For fraud detection scenarios where you want to evaluate at the card/entity level:

```python
from fraudmetrics import get_card_precision_at_topk

# Card IDs for each transaction
card_ids = ['card_001', 'card_001', 'card_002', 'card_003', 'card_002']

# Calculate card-level precision (aggregates transaction scores per card)
card_precision = get_card_precision_at_topk(
    y_true, y_pred_proba, card_ids, k=10, aggregation_func='max'
)
print(f"Card Precision@10: {card_precision:.3f}")
```

### Comprehensive Model Evaluation

```python
def evaluate_fraud_model(y_true, y_pred_proba, transaction_values, thresholds=[0.3, 0.5, 0.7]):
    """Comprehensive fraud detection model evaluation."""
    
    results = {}
    
    # Threshold-free metrics
    results['roc_auc'] = get_roc_auc_score(y_true, y_pred_proba)
    results['ap_score'] = get_AP_score(y_true, y_pred_proba)
    
    # Thresholded metrics
    for threshold in thresholds:
        results[f'threshold_{threshold}'] = {
            'f1': get_f1_score(y_true, y_pred_proba, threshold=threshold),
            'precision': get_precision_score(y_true, y_pred_proba, threshold=threshold),
            'recall': get_recall_score(y_true, y_pred_proba, threshold=threshold)
        }
    
    # Value-based metrics
    results['value_metrics'] = {
        'value_captured_100': value_captured_at_k(y_true, y_pred_proba, transaction_values, k=100),
        'efficiency_100': value_efficiency_at_k(y_true, y_pred_proba, transaction_values, k=100)
    }
    
    return results
```

## 📋 Requirements

- Python 3.11+
- NumPy >= 2.3.1
- Pandas >= 2.3.0
- Matplotlib >= 3.10.3
- Seaborn >= 0.13.2

## 🤝 Contributing

Contributions are welcome!
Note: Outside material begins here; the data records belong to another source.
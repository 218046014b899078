/**
 * The traversal kernel for forests with categorical nodes on features of more than
 * 31 values: the integer row block holds code + 1 (0: missing; 0 in numeric
 * slots) and each categorical node owns a bitset region of the codes (+1) that go
 * right, bit 0 being the missing direction; numeric nodes point at an all-zero
 * region, categorical ones have threshold +Infinity, so one branchless expression
 * serves both. Eight trees in lockstep; output as traverseNumeric.
 *
 * @example
 * traverseBitset(f.offset, f.threshold, f.bitsStart, f.bits, f.codeMask, f.nodes, f.depth, f.treeCount, block, codes, stride, rows, slots, trees, 0, 0, f.leaves);
 */
export function traverseBitset(
  offset: Int32Array,
  threshold: Float64Array,
  bitsStart: Int32Array,
  bits: Int32Array,
  codeMask: number,
  nodes: number,
  depth: number,
  treeCount: number,
  block: Float64Array,
  codes: Int32Array,
  stride: number,
  count: number,
  out: Int32Array,
  outStride: number,
  outOffset: number,
  leafBase: number,
  leafStride: number,
): void {
  let t = 0;
  for (; t + 8 <= treeCount; t += 8) {
    const b0 = t * nodes;
    const b1 = b0 + nodes;
    const b2 = b1 + nodes;
    const b3 = b2 + nodes;
    const b4 = b3 + nodes;
    const b5 = b4 + nodes;
    const b6 = b5 + nodes;
    const b7 = b6 + nodes;
    const first = leafBase + t * leafStride - nodes;
    for (let i = 0; i < count; i++) {
      const r = i * stride;
      const o = i * outStride + outOffset + t;
      let n0 = 0;
      let n1 = 0;
      let n2 = 0;
      let n3 = 0;
      let n4 = 0;
      let n5 = 0;
      let n6 = 0;
      let n7 = 0;
      let j = 0;
      let s = 0;
      let c = 0;
      for (let d = 0; d < depth; d++) {
        j = b0 + n0;
        s = r + offset[j];
        c = codes[s] & codeMask;
        n0 =
          2 * n0 +
          1 +
          (+(block[s] > threshold[j]) | ((bits[bitsStart[j] + (c >>> 5)] >>> (c & 31)) & 1));
        j = b1 + n1;
        s = r + offset[j];
        c = codes[s] & codeMask;
        n1 =
          2 * n1 +
          1 +
          (+(block[s] > threshold[j]) | ((bits[bitsStart[j] + (c >>> 5)] >>> (c & 31)) & 1));
        j = b2 + n2;
        s = r + offset[j];
        c = codes[s] & codeMask;
        n2 =
          2 * n2 +
          1 +
          (+(block[s] > threshold[j]) | ((bits[bitsStart[j] + (c >>> 5)] >>> (c & 31)) & 1));
        j = b3 + n3;
        s = r + offset[j];
        c = codes[s] & codeMask;
        n3 =
          2 * n3 +
          1 +
          (+(block[s] > threshold[j]) | ((bits[bitsStart[j] + (c >>> 5)] >>> (c & 31)) & 1));
        j = b4 + n4;
        s = r + offset[j];
        c = codes[s] & codeMask;
        n4 =
          2 * n4 +
          1 +
          (+(block[s] > threshold[j]) | ((bits[bitsStart[j] + (c >>> 5)] >>> (c & 31)) & 1));
        j = b5 + n5;
        s = r + offset[j];
        c = codes[s] & codeMask;
        n5 =
          2 * n5 +
          1 +
          (+(block[s] > threshold[j]) | ((bits[bitsStart[j] + (c >>> 5)] >>> (c & 31)) & 1));
        j = b6 + n6;
        s = r + offset[j];
        c = codes[s] & codeMask;
        n6 =
          2 * n6 +
          1 +
          (+(block[s] > threshold[j]) | ((bits[bitsStart[j] + (c >>> 5)] >>> (c & 31)) & 1));
        j = b7 + n7;
        s = r + offset[j];
        c = codes[s] & codeMask;
        n7 =
          2 * n7 +
          1 +
          (+(block[s] > threshold[j]) | ((bits[bitsStart[j] + (c >>> 5)] >>> (c & 31)) & 1));
      }
      out[o] = first + n0;
      out[o + 1] = first + 1 * leafStride + n1;
      out[o + 2] = first + 2 * leafStride + n2;
      out[o + 3] = first + 3 * leafStride + n3;
      out[o + 4] = first + 4 * leafStride + n4;
      out[o + 5] = first + 5 * leafStride + n5;
      out[o + 6] = first + 6 * leafStride + n6;
      out[o + 7] = first + 7 * leafStride + n7;
    }
  }
  for (; t + 4 <= treeCount; t += 4) {
    const b0 = t * nodes;
    const b1 = b0 + nodes;
    const b2 = b1 + nodes;
    const b3 = b2 + nodes;
    const first = leafBase + t * leafStride - nodes;
    for (let i = 0; i < count; i++) {
      const r = i * stride;
      const o = i * outStride + outOffset + t;
      let n0 = 0;
      let n1 = 0;
      let n2 = 0;
      let n3 = 0;
      let j = 0;
      let s = 0;
      let c = 0;
      for (let d = 0; d < depth; d++) {
        j = b0 + n0;
        s = r + offset[j];
        c = codes[s] & codeMask;
        n0 =
          2 * n0 +
          1 +
          (+(block[s] > threshold[j]) | ((bits[bitsStart[j] + (c >>> 5)] >>> (c & 31)) & 1));
        j = b1 + n1;
        s = r + offset[j];
        c = codes[s] & codeMask;
        n1 =
          2 * n1 +
          1 +
          (+(block[s] > threshold[j]) | ((bits[bitsStart[j] + (c >>> 5)] >>> (c & 31)) & 1));
        j = b2 + n2;
        s = r + offset[j];
        c = codes[s] & codeMask;
        n2 =
          2 * n2 +
          1 +
          (+(block[s] > threshold[j]) | ((bits[bitsStart[j] + (c >>> 5)] >>> (c & 31)) & 1));
        j = b3 + n3;
        s = r + offset[j];
        c = codes[s] & codeMask;
        n3 =
          2 * n3 +
          1 +
          (+(block[s] > threshold[j]) | ((bits[bitsStart[j] + (c >>> 5)] >>> (c & 31)) & 1));
      }
      out[o] = first + n0;
      out[o + 1] = first + 1 * leafStride + n1;
      out[o + 2] = first + 2 * leafStride + n2;
      out[o + 3] = first + 3 * leafStride + n3;
    }
  }
  for (; t < treeCount; t++) {
    const b0 = t * nodes;
    const first = leafBase + t * leafStride - nodes;
    for (let i = 0; i < count; i++) {
      const r = i * stride;
      const o = i * outStride + outOffset + t;
      let n0 = 0;
      let j = 0;
      let s = 0;
      let c = 0;
      for (let d = 0; d < depth; d++) {
        j = b0 + n0;
        s = r + offset[j];
        c = codes[s] & codeMask;
        n0 =
          2 * n0 +
          1 +
          (+(block[s] > threshold[j]) | ((bits[bitsStart[j] + (c >>> 5)] >>> (c & 31)) & 1));
      }
      out[o] = first + n0;
    }
  }
}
Please feel free to submit a Pull Request. For major changes, please open an issue first to discuss what you would like to change.

## 📄 License

This project is licensed under the MIT License - see the [LICENSE](LICENSE) file for details.

## 🙏 Acknowledgments

- Inspired by the need for comprehensive fraud detection evaluation
- Built with best practices from scikit-learn and other ML libraries
- Designed for practical business applications

## 📞 Support

If you have any questions or need help, please open an issue on GitHub or contact the maintainers.

---

**Note**: This library is specifically designed for fraud detection and binary classification scenarios. For general multi-class classification, consider using scikit-learn's metrics module.